ORDONNANCE DE CLÔTURE : rendue le 1er avril 2025
FAITS ET PROCEDURE
M.[Z] (le salarié) a été engagé par la société Construction Soudure Préfabrication Montage (la société CSPM ou l’employeur) à compter du 24 février 2020 en qualité d’ouvrier. La liquidation de l’employeur a été prononcée par le tribunal de commerce le 5 janvier 2023.
Par requête du 11 avril 2023 M.[Z] a saisi le conseil de prud’hommes de Dunkerque afin d’obtenir la fixation de sa créance au passif de la liquidation, avec la garantie de l’AGS.

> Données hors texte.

// Lag1Autocorrelation returns the lag-1 sample autocorrelation (Box and
// Jenkins 1970; as R's acf) with the large-sample test of Bartlett (1946)
// (standard error 1/√N) and the Ljung-Box (1978) test at lag 1. A strong
// positive autocorrelation makes limits from moving ranges too narrow.
// It needs at least 3 readings that are not all equal.
func Lag1Autocorrelation(x []float64) (Autocorrelation, error) {
	n := len(x)
	if n < 3 {
		return Autocorrelation{}, fmt.Errorf("%d readings: the autocorrelation needs at least 3", n)
	}
	mean := 0.0
	for _, v := range x {
		mean += v
	}
	mean /= float64(n)
	// the same sums in the same order as d_i² over every i and
	// d_i·d_(i+1) over i < n−1, with each d_i worked out once
	den, num := 0.0, 0.0
	d := x[0] - mean
	for _, v := range x[1:] {
		dn := v - mean
		den += d * d
		num += d * dn
		d = dn
	}
	den += d * d
	if !(den > 0) {
		return Autocorrelation{}, errors.New("all readings are equal: the autocorrelation is undefined")
	}
	r := num / den
	fn := float64(n)
	z := r * math.Sqrt(fn)
	q := fn * (fn + 2) * r * r / (fn - 1)
	return Autocorrelation{N: n, R1: r, Z: z, PZ: math.Erfc(math.Abs(z) / math.Sqrt2), Q: q,
		P: chiSquaredSurvival(1, q)}, nil
}

// RunsTest is the Wald-Wolfowitz runs test about the median.
type RunsTest struct {
	N            int // readings
	Above, Below int // readings above and below the median
	OnMedian     int // readings equal to the median, left out
	Runs         int // runs of readings on one side
	Expected, SD float64
	Z            float64 // (Runs − Expected)/SD, no continuity correction
	P            float64 // two-sided p-value: exact when Exact, else from Z
	Exact        bool
	Longest      int // the longest run, in readings
	LongestFirst int // its first and last reading (0-based indices into x)
	LongestLast  int
	LongestSide  int     // +1 above the median, −1 below
	Median       float64 // fewer runs than Expected: clustering or drift; more: over-adjustment
}

// ctlRunsExactMax bounds the readings for which the exact distribution is
// summed (O(N) terms, each from log-gamma).
const ctlRunsExactMax = 5000

// RunsAboutMedian is the runs test of Wald and Wolfowitz (1940) about the
// median: readings equal to the median are left out (common practice),
// the others are marked above or below, and the number of runs R is
// compared with its distribution given the counts n₁ above and n₂ below:
// mean 2n₁n₂/N + 1, variance 2n₁n₂(2n₁n₂ − N)/(N²(N−1)), N = n₁ + n₂.
// The p-value is exact (Swed and Eisenhart 1943, summed from the
// closed-form probabilities) for N <= 5000, and from the normal
// approximation without continuity correction above; two-sided, twice the
// smaller tail, at most 1. Also the longest run and where it lies. The
// median is decided without arithmetic: with an even count every reading
// lies at or below the lower middle value or at or above the upper one.
func RunsAboutMedian[T int64 | float64](x []T) (RunsTest, error) {
	r, err := RankSeries(x)
	if err != nil {
		return RunsTest{}, err
	}
	return RunsRanked(r)
}

// RunsRanked is RunsAboutMedian on ranks made by RankSeries (shared with
// the other rank tests of the same series).
func RunsRanked[T int64 | float64](r SeriesRanks[T]) (RunsTest, error) {
	n := r.N
	if n < 2 {
		return RunsTest{}, fmt.Errorf("%d readings: the runs test needs at least 2", n)
	}
	// the dense ranks of the lower and upper middle values
	lo, hi := r.rankAt((n-1)/2), r.rankAt(n/2)
	res := RunsTest{N: n, Median: (float64(r.Values[lo]) + float64(r.Values[hi])) / 2}
	prev, runStart := 0, 0
	curLen := 0
	for i, k := range r.Dense {
		var sd int
		switch {
		case k < lo || (k == lo && lo < hi):
			sd = -1
		case k > hi || (k == hi && lo < hi):
			sd = 1
		}
		switch sd {
		case 0:
			res.OnMedian++
			continue
		case 1:
			res.Above++
		default:
			res.Below++
		}
		if sd != prev {
			res.Runs++
			prev, runStart, curLen = sd, i, 0
		}
		curLen++
		if curLen > res.Longest {
			res.Longest, res.LongestFirst, res.LongestLast, res.LongestSide = curLen, runStart, i, sd
		}
	}
	if res.Above == 0 || res.Below == 0 {
		return res, errors.New("no readings on one side of the median: the runs test cannot be computed")
	}
	n1, n2 := float64(res.Above), float64(res.Below)
	nn := n1 + n2
	res.Expected = 2*n1*n2/nn + 1
	vr := 2 * n1 * n2 * (2*n1*n2 - nn) / (nn * nn * (nn - 1))
	res.SD = math.Sqrt(vr)
	if res.SD > 0 {
		res.Z = (float64(res.Runs) - res.Expected) / res.SD
	}
	if res.Above+res.Below <= ctlRunsExactMax {
		res.Exact = true
		le, ge := ctlRunsTails(res.Above, res.Below, res.Runs)
		res.P = math.Min(1, 2*math.Min(le, ge))
	} else {
		res.P = math.Erfc(math.Abs(res.Z) / math.Sqrt2)
	}
	return res, nil
}

// ctlRunsTails returns P(R <= r) and P(R >= r) for the number of runs of
// n1 and n2 items in random order: P(R = 2k) = 2·C(n1−1,k−1)·C(n2−1,k−1)/C(N,n1),
// P(R = 2k+1) = [C(n1−1,k)·C(n2−1,k−1) + C(n1−1,k−1)·C(n2−1,k)]/C(N,n1).
func ctlRunsTails(n1, n2, r int) (le, ge float64) {
	lc := func(a, b int) float64 {
		if b < 0 || b > a {
			return math.Inf(-1)
		}
		x, _ := math.Lgamma(float64(a + 1))
		y, _ := math.Lgamma(float64(b + 1))
		z, _ := math.Lgamma(float64(a - b + 1))
		return x - y - z
	}
	tot := lc(n1+n2, n1)
	for rr := 2; rr <= n1+n2; rr++ {
		var p float64
		if rr%2 == 0 {
			k := rr / 2
			p = 2 * math.Exp(lc(n1-1, k-1)+lc(n2-1, k-1)-tot)
		} else {
			k := rr / 2
			p = math.Exp(lc(n1-1, k)+lc(n2-1, k-1)-tot) + math.Exp(lc(n1-1, k-1)+lc(n2-1, k)-tot)
		}
		if rr <= r {
			le += p
		}
		if rr >= r {
			ge += p
		}
	}
	return math.Min(1, le), math.Min(1, ge)
}

func ctlFinite[T int64 | float64](x []T) error {
	for i, v := range x {
		f := float64(v)
		if math.IsNaN(f) || math.IsInf(f, 0) {
			return fmt.Errorf("reading %d is %g: readings must be finite", i, f)
		}
	}
	return nil
}

// MannKendall is the Mann-Kendall trend test.
type MannKendall struct {
	N         int
	S         int64   // Σ_{i<j} sign(xⱼ − xᵢ)
	VarS      float64 // with the tie correction
	Z         float64 // (S − sign(S))/√VarS, continuity corrected
	P         float64 // two-sided, normal approximation
	Tau       float64 // Kendall's tau-b of the readings against their order
	TieGroups int     // groups of equal readings (of two or more)
}

// MannKendallTest is the trend test of Mann (1945) with the variance of
// Kendall (1975) corrected for ties,
//
//	Var(S) = [n(n−1)(2n+5) − Σ t(t−1)(2t+5)] / 18
//
// over the groups of t equal readings, and the normal approximation with
// continuity correction (Z = 0 when S = 0). S is computed in O(n log n):
// S = P − Q where Q counts the pairs out of order (MannKendallRanked),
// P = n(n−1)/2 − Q − Σ t(t−1)/2 over the tie groups. Needs at least 3 readings; when all are equal
// VarS = 0 and P = 1.
func MannKendallTest[T int64 | float64](x []T) (MannKendall, error) {
	r, err := RankSeries(x)
	if err != nil {
		return MannKendall{}, err
	}
	return MannKendallRanked(r)
}

// MannKendallRanked is MannKendallTest on ranks made by RankSeries: the
// pairs out of order are counted with a binary indexed tree over the dense
// ranks (Fenwick 1994), O(n log d) for d distinct values, and the tie
// groups are the ranks' counts.
func MannKendallRanked[T int64 | float64](r SeriesRanks[T]) (MannKendall, error) {
	n := r.N
	if n < 3 {
		return MannKendall{}, fmt.Errorf("%d readings: the trend test needs at least 3", n)
	}
	d := len(r.Values)
	tree := make([]int32, d+1) // counts of earlier readings by dense rank, 1-based
	var q int64
	for i, k := range r.Dense {
		// earlier readings at or below rank k
		le := int64(0)
		for j := int(k) + 1; j > 0; j -= j & -j {
			le += int64(tree[j])
		}
		q += int64(i) - le
		for j := int(k) + 1; j <= d; j += j & -j {
			tree[j]++
		}
	}
	var ties int64
	tieTerm := 0.0
	groups := 0
	for k := range d {
		if t := r.Below[k+1] - r.Below[k]; t > 1 {
			groups++
			ties += t * (t - 1) / 2
			ft := float64(t)
			tieTerm += ft * (ft - 1) * (2*ft + 5)
		}
	}
	nn := int64(n) * int64(n-1) / 2
	p := nn - q - ties
	res := MannKendall{N: n, S: p - q, TieGroups: groups}
	fn := float64(n)
	res.VarS = (fn*(fn-1)*(2*fn+5) - tieTerm) / 18
	res.P = 1
	if res.VarS > 0 {
		sv := float64(res.S)
		switch {
		case res.S > 0:
			res.Z = (sv - 1) / math.Sqrt(res.VarS)
		case res.S < 0:
			res.Z = (sv + 1) / math.Sqrt(res.VarS)
		}
		res.P = math.Erfc(math.Abs(res.Z) / math.Sqrt2)
	}
	if nn-ties > 0 {
		res.Tau = float64(res.S) / math.Sqrt(float64(nn)*float64(nn-ties))
	}
	return res, nil
}

// SeriesRanks are the ranks of a series in order, made once by RankSeries
// and shared by the rank tests of the series (RunsRanked,
// MannKendallRanked, PettittRanked).
type SeriesRanks[T int64 | float64] struct {
	N      int
	Dense  []int32 // the dense rank of each reading, in order (0: the smallest value)
	Values []T     // the distinct values, ascending
	Below  []int64 // Below[k]: readings below Values[k]; Below[len(Values)] = N
}

// rankAt is the dense rank of the reading at 0-based position p of the
// sorted series.
func (r SeriesRanks[T]) rankAt(p int) int32 {
	k, _ := slices.BinarySearch(r.Below, int64(p)+1) // first k with Below[k] > p
	return int32(k - 1)
}

// rankCountMax bounds the range of integers RankSeries ranks by counting
// (one int32 per step, as decimal.Grid.CountSort): 4 steps a reading.
const rankCountMax = 4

Par jugement ci-dessus référencé le conseil de prud’hommes a requalifié son contrat à durée déterminée en contrat à durée indéterminée, fixé aux sommes de :
' 1737 euros à titre d’indemnité de requalification
' 467 euros d’indemnité de licenciement
' 1730 euros d’indemnité de préavis et les congés payés afférents
' 3640 euros de dommages-intérêts pour licenciement sans cause réelle et sérieuse
sa créance dans la procédure collective et l’a débouté du surplus de ses demandes.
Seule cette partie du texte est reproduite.